WHAT IS BEING ASKED -
Could you copy out all of the entries exactly?

Records from a dataset -
++++++++++

#[test]
fn spread_reports_worst_case_rss_monte_carlo_and_capability() {
    let dir = tempfile::tempdir().unwrap_or_else(|e| panic!("{e}"));
    write(dir.path(), "stage.toml", GOOD);
    let out = run(dir.path(), &["spread", "stage.toml", "--samples", "5000", "--spec", "500m..1.3", "--plot", "h.svg"]);
    let stdout = text(&out.stdout);
    assert_eq!(out.status.code(), Some(0), "{}", text(&out.stderr));
    for want in [
        "hold spread \u{b7} Test stage",
        "worst case over 16 corners",
        "root-sum-square",
        "Monte Carlo, 5000 boards",
        "Cp ",
        "note: timing only",
    ] {
        assert!(stdout.contains(want), "missing {want:?} in:\n{stdout}");
    }
    let svg = std::fs::read_to_string(dir.path().join("h.svg")).unwrap_or_default();
    assert!(svg.starts_with("<svg") && svg.contains("worst-case min"));
    let json = run(dir.path(), &["spread", "stage.toml", "--samples", "2000", "--json"]);
    let v: serde_json::Value = serde_json::from_slice(&json.stdout).unwrap_or_else(|e| panic!("{e}"));
    assert_eq!(v["monte_carlo"]["samples"].as_u64(), Some(2000));
    assert!(v["rss_sd_s"].as_f64().unwrap_or(0.0) > 0.0);
    for (args, want) in [
        (vec!["spread", "stage.toml", "--spec", "1.3..0.5"], "--spec \"1.3..0.5\": LOW must be below HIGH"),
        (vec!["spread", "stage.toml", "--samples", "0"], "--samples 0: out of range"),
        (vec!["spread", "stage.toml", "--years", "10"], "--years needs an [aging] table"),
    ] {
        let out = run(dir.path(), &args);
        assert_eq!(out.status.code(), Some(2), "{args:?}");
        assert!(text(&out.stderr).contains(want), "{args:?}: {}", text(&out.stderr));
    }
}

#[test]
fn pick_lists_parts_or_says_none_fit() {
    let dir = tempfile::tempdir().unwrap_or_else(|e| panic!("{e}"));
    let out = run(dir.path(), &["pick", "--hold", "2m", "--within=-40%..+80%", "--vdd", "5", "--top", "3"]);
    let stdout = text(&out.stdout);
    assert_eq!(out.status.code(), Some(0), "{stdout}{}", text(&out.stderr));
    assert!(stdout.contains("parts for a 2.000 ms hold within −40.0 % … +80.0 %"), "{stdout}");
    assert!(stdout.contains("margin: the share of the allowed"), "{stdout}");
    assert_eq!(
        stdout.lines().filter(|l| l.contains("C0G") || l.contains("X7R") || l.contains("electrolytic")).count(),
        3,
        "{stdout}"
    );
    let none = run(dir.path(), &["pick", "--hold", "30s", "--within", "5%"]);
    assert_eq!(none.status.code(), Some(1));
    assert!(text(&none.stdout).contains("no pair of preferred values"));
    // The input is already a Schmitt input (the default): it is not suggested again.
    assert!(!text(&none.stdout).contains("or a Schmitt input"), "{}", text(&none.stdout));
    // --write gives a stage file that eval reads, with the first candidate's parts:
    // its nominal within half an E24 step of the target (10^(1/48) − 1 = 4.9 %), and
    // its worst case, recomputed by eval from the file (the same tolerances, supply,
    // diode, temperature range, tempcos and aging), inside the asked spread.
    for pair in [false, true] {
        let mut args = vec!["pick", "--hold", "2s", "--within=-40%..+80%", "--vdd", "5", "--write", "p.toml", "--json"];
        if pair {
            args.push("--pair");
        }
        let w = run(dir.path(), &args);
        let v: serde_json::Value = serde_json::from_slice(&w.stdout).unwrap_or_default();
        let first = &v["candidates"][0];
        let nominal = first["hold_s"].as_f64().unwrap_or(f64::NAN);
        let step = if pair { 0.005 } else { 10f64.powf(1.0 / 48.0) - 1.0 };
        assert!((nominal / 2.0 - 1.0).abs() <= step, "pair {pair}: nominal {nominal}: {v}");
        let e = run(dir.path(), &["eval", "p.toml", "--json"]);
        let ev = serde_json::from_slice::<serde_json::Value>(&e.stdout).unwrap_or_default();
        let hold = ev["hold_s"].as_f64().unwrap_or(f64::NAN);
        assert!((hold / nominal - 1.0).abs() < 1e-6, "{hold} vs {nominal}: {v}");
        let (lo, hi) =
            (ev["window"]["min_s"].as_f64().unwrap_or(0.0), ev["window"]["max_s"].as_f64().unwrap_or(f64::MAX));
        assert!((lo / first["min_s"].as_f64().unwrap_or(0.0) - 1.0).abs() < 1e-9, "eval {lo}, pick {}", first["min_s"]);
        assert!((hi / first["max_s"].as_f64().unwrap_or(0.0) - 1.0).abs() < 1e-9, "eval {hi}, pick {}", first["max_s"]);
        assert!(lo >= 2.0 * 0.6 && hi <= 2.0 * 1.8, "worst case {lo} … {hi} outside −40 % … +80 % of 2 s");
    }
    let plain = run(dir.path(), &["pick", "--hold", "30s", "--within", "5%", "--input", "hc"]);
    assert!(text(&plain.stdout).contains("or a Schmitt input"), "{}", text(&plain.stdout));
    let bad = run(dir.path(), &["pick", "--hold", "30 years"]);
    assert_eq!(bad.status.code(), Some(2));
    assert!(text(&bad.stderr).contains("--hold \"30 years\""), "{}", text(&bad.stderr));
    let bad = run(dir.path(), &["pick", "--hold", "1s", "--r-series", "E7"]);
    assert!(text(&bad.stderr).contains("E3, E6, E12, E24, E48, E96, E192"), "{}", text(&bad.stderr));
}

++++++++++

PROBLEM SOLUTION -
#[test]
fn spread_reports_worst_case_rss_monte_carlo_and_capability() {
    let dir = tempfile::tempdir().unwrap_or_else(|e| panic!("{e}"));
    write(dir.path(), "stage.toml", GOOD);
    let out = run(dir.path(), &["spread", "stage.toml", "--samples", "5000", "--spec", "500m..1.3", "--plot", "h.svg"]);
    let stdout = text(&out.stdout);
    assert_eq!(out.status.code(), Some(0), "{}", text(&out.stderr));
    for want in [
        "hold spread \u{b7} Test stage",
        "worst case over 16 corners",
        "root-sum-square",
        "Monte Carlo, 5000 boards",
        "Cp ",
        "note: timing only",
    ] {
        assert!(stdout.contains(want), "missing {want:?} in:\n{stdout}");
    }
    let svg = std::fs::read_to_string(dir.path().join("h.svg")).unwrap_or_default();
    assert!(svg.starts_with("<svg") && svg.contains("worst-case min"));
    let json = run(dir.path(), &["spread", "stage.toml", "--samples", "2000", "--json"]);
    let v: serde_json::Value = serde_json::from_slice(&json.stdout).unwrap_or_else(|e| panic!("{e}"));
    assert_eq!(v["monte_carlo"]["samples"].as_u64(), Some(2000));
    assert!(v["rss_sd_s"].as_f64().unwrap_or(0.0) > 0.0);
    for (args, want) in [
        (vec!["spread", "stage.toml", "--spec", "1.3..0.5"], "--spec \"1.3..0.5\": LOW must be below HIGH"),
        (vec!["spread", "stage.toml", "--samples", "0"], "--samples 0: out of range"),
        (vec!["spread", "stage.toml", "--years", "10"], "--years needs an [aging] table"),
    ] {
        let out = run(dir.path(), &args);
        assert_eq!(out.status.code(), Some(2), "{args:?}");
        assert!(text(&out.stderr).contains(want), "{args:?}: {}", text(&out.stderr));
    }
}

#[test]
fn pick_lists_parts_or_says_none_fit() {
    let dir = tempfile::tempdir().unwrap_or_else(|e| panic!("{e}"));
    let out = run(dir.path(), &["pick", "--hold", "2m", "--within=-40%..+80%", "--vdd", "5", "--top", "3"]);
    let stdout = text(&out.stdout);
    assert_eq!(out.status.code(), Some(0), "{stdout}{}", text(&out.stderr));
    assert!(stdout.contains("parts for a 2.000 ms hold within −40.0 % … +80.0 %"), "{stdout}");
    assert!(stdout.contains("margin: the share of the allowed"), "{stdout}");
    assert_eq!(
        stdout.lines().filter(|l| l.contains("C0G") || l.contains("X7R") || l.contains("electrolytic")).count(),
        3,
        "{stdout}"
    );
    let none = run(dir.path(), &["pick", "--hold", "30s", "--within", "5%"]);
    assert_eq!(none.status.code(), Some(1));
    assert!(text(&none.stdout).contains("no pair of preferred values"));
    // The input is already a Schmitt input (the default): it is not suggested again.
    assert!(!text(&none.stdout).contains("or a Schmitt input"), "{}", text(&none.stdout));
    // --write gives a stage file that eval reads, with the first candidate's parts:
    // its nominal within half an E24 step of the target (10^(1/48) − 1 = 4.9 %), and
    // its worst case, recomputed by eval from the file (the same tolerances, supply,
    // diode, temperature range, tempcos and aging), inside the asked spread.
    for pair in [false, true] {
        let mut args = vec!["pick", "--hold", "2s", "--within=-40%..+80%", "--vdd", "5", "--write", "p.toml", "--json"];
        if pair {
            args.push("--pair");
        }
        let w = run(dir.path(), &args);
        let v: serde_json::Value = serde_json::from_slice(&w.stdout).unwrap_or_default();
        let first = &v["candidates"][0];
        let nominal = first["hold_s"].as_f64().unwrap_or(f64::NAN);
        let step = if pair { 0.005 } else { 10f64.powf(1.0 / 48.0) - 1.0 };
        assert!((nominal / 2.0 - 1.0).abs() <= step, "pair {pair}: nominal {nominal}: {v}");
        let e = run(dir.path(), &["eval", "p.toml", "--json"]);
        let ev = serde_json::from_slice::<serde_json::Value>(&e.stdout).unwrap_or_default();
        let hold = ev["hold_s"].as_f64().unwrap_or(f64::NAN);
        assert!((hold / nominal - 1.0).abs() < 1e-6, "{hold} vs {nominal}: {v}");
        let (lo, hi) =
            (ev["window"]["min_s"].as_f64().unwrap_or(0.0), ev["window"]["max_s"].as_f64().unwrap_or(f64::MAX));
        assert!((lo / first["min_s"].as_f64().unwrap_or(0.0) - 1.0).abs() < 1e-9, "eval {lo}, pick {}", first["min_s"]);
        assert!((hi / first["max_s"].as_f64().unwrap_or(0.0) - 1.0).abs() < 1e-9, "eval {hi}, pick {}", first["max_s"]);
        assert!(lo >= 2.0 * 0.6 && hi <= 2.0 * 1.8, "worst case {lo} … {hi} outside −40 % … +80 % of 2 s");
    }
    let plain = run(dir.path(), &["pick", "--hold", "30s", "--within", "5%", "--input", "hc"]);
    assert!(text(&plain.stdout).contains("or a Schmitt input"), "{}", text(&plain.stdout));
    let bad = run(dir.path(), &["pick", "--hold", "30 years"]);
    assert_eq!(bad.status.code(), Some(2));
    assert!(text(&bad.stderr).contains("--hold \"30 years\""), "{}", text(&bad.stderr));
    let bad = run(dir.path(), &["pick", "--hold", "1s", "--r-series", "E7"]);
    assert!(text(&bad.stderr).contains("E3, E6, E12, E24, E48, E96, E192"), "{}", text(&bad.stderr));
}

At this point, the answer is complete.